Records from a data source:
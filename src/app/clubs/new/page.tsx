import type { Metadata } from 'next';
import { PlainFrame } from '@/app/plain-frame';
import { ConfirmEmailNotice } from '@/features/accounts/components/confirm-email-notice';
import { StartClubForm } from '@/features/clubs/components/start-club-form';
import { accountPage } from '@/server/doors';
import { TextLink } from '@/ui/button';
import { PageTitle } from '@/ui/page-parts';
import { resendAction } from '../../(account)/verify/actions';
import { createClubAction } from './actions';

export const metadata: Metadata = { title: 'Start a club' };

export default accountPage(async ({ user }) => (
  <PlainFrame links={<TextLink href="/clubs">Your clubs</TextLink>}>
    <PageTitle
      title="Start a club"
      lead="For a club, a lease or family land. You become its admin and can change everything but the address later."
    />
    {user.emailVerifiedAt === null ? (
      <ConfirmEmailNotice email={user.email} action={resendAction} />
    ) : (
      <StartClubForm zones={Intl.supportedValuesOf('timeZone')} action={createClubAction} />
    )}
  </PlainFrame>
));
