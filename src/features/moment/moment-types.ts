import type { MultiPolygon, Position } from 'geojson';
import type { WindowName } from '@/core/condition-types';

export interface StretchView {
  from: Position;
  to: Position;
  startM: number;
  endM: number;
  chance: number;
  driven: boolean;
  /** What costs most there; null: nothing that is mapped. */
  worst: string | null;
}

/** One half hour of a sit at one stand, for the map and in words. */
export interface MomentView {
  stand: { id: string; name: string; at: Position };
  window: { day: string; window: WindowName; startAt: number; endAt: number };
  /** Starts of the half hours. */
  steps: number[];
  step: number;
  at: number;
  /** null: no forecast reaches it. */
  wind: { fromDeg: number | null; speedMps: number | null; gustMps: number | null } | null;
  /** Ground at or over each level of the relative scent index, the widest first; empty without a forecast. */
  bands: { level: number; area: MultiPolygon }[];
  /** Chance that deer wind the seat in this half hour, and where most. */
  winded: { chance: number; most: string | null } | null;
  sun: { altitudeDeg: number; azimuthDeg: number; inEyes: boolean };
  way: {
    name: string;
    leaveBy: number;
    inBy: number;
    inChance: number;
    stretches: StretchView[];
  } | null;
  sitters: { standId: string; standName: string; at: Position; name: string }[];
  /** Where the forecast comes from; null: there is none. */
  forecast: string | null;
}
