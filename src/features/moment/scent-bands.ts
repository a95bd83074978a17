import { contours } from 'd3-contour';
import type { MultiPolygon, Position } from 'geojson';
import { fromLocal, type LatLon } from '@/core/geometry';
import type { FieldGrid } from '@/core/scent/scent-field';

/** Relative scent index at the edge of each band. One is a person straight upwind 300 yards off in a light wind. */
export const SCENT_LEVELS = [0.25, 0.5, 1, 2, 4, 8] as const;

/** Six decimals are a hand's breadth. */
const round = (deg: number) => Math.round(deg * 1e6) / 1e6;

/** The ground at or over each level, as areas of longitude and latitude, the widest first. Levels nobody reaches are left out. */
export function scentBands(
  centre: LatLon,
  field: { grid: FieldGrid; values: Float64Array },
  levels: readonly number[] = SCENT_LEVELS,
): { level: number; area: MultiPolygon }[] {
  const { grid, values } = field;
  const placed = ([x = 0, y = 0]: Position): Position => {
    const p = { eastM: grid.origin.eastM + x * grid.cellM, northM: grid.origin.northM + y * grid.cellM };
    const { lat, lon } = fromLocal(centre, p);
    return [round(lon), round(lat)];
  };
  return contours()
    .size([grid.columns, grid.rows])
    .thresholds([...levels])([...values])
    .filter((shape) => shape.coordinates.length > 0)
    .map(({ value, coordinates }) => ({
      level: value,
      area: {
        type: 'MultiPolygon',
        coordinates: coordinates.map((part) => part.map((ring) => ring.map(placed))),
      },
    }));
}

...

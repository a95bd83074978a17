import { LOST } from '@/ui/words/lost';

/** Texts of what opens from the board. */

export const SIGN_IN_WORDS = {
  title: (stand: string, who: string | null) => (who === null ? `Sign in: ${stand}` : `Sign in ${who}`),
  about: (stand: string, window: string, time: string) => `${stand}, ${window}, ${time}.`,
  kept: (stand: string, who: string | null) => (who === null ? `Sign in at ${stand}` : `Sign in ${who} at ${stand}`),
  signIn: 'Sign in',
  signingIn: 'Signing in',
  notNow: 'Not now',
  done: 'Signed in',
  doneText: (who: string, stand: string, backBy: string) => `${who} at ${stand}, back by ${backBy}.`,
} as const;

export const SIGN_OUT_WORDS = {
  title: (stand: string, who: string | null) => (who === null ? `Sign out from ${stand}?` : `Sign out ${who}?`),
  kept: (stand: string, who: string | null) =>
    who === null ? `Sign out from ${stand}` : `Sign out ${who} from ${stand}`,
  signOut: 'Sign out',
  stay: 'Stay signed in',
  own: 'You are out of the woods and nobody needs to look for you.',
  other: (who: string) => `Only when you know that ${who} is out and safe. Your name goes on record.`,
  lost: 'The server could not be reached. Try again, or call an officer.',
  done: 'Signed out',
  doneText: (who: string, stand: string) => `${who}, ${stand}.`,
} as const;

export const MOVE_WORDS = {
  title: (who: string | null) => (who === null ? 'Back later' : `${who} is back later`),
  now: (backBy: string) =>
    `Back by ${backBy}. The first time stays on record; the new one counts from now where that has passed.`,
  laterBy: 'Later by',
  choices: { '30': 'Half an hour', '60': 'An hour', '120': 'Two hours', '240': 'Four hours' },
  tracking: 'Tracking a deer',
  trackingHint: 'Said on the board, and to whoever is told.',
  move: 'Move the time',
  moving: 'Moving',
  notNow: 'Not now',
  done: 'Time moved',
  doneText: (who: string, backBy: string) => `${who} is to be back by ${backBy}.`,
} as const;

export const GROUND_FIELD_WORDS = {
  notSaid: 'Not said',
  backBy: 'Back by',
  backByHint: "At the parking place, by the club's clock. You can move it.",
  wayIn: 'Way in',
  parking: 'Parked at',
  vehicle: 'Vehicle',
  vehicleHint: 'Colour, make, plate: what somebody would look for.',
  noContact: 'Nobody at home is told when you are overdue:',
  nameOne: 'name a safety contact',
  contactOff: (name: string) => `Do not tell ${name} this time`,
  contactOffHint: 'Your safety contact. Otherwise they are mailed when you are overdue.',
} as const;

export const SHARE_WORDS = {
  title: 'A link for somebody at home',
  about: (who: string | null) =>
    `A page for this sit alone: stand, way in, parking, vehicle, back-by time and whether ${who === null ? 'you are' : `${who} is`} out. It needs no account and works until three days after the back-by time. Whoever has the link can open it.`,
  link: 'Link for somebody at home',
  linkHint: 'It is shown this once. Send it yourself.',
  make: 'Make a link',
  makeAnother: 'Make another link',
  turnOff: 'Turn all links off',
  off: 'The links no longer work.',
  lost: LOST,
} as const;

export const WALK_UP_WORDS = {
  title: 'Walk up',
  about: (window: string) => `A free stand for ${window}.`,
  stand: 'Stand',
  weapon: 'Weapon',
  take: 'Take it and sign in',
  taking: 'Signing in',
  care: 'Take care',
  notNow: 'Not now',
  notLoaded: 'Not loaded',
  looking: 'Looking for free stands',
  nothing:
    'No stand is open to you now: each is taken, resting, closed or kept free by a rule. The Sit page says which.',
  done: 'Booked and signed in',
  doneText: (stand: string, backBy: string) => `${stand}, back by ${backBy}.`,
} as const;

# What to produce
Retype the portion of the data above that starts on the line with "filename src/app/clubs/new/page.tsx" and finishes on the line with "export interface StretchView", including both of those lines.

# Result of the exercise
filename src/app/clubs/new/page.tsx
import type { Metadata } from 'next';
import { PlainFrame } from '@/app/plain-frame';
import { ConfirmEmailNotice } from '@/features/accounts/components/confirm-email-notice';
import { StartClubForm } from '@/features/clubs/components/start-club-form';
import { accountPage } from '@/server/doors';
import { TextLink } from '@/ui/button';
import { PageTitle } from '@/ui/page-parts';
import { resendAction } from '../../(account)/verify/actions';
import { createClubAction } from './actions';

export const metadata: Metadata = { title: 'Start a club' };

export default accountPage(async ({ user }) => (
  <PlainFrame links={<TextLink href="/clubs">Your clubs</TextLink>}>
    <PageTitle
      title="Start a club"
      lead="For a club, a lease or family land. You become its admin and can change everything but the address later."
    />
    {user.emailVerifiedAt === null ? (
      <ConfirmEmailNotice email={user.email} action={resendAction} />
    ) : (
      <StartClubForm zones={Intl.supportedValuesOf('timeZone')} action={createClubAction} />
    )}
  </PlainFrame>
));
filename src/features/moment/moment-types.ts
import type { MultiPolygon, Position } from 'geojson';
import type { WindowName } from '@/core/condition-types';

export interface StretchView {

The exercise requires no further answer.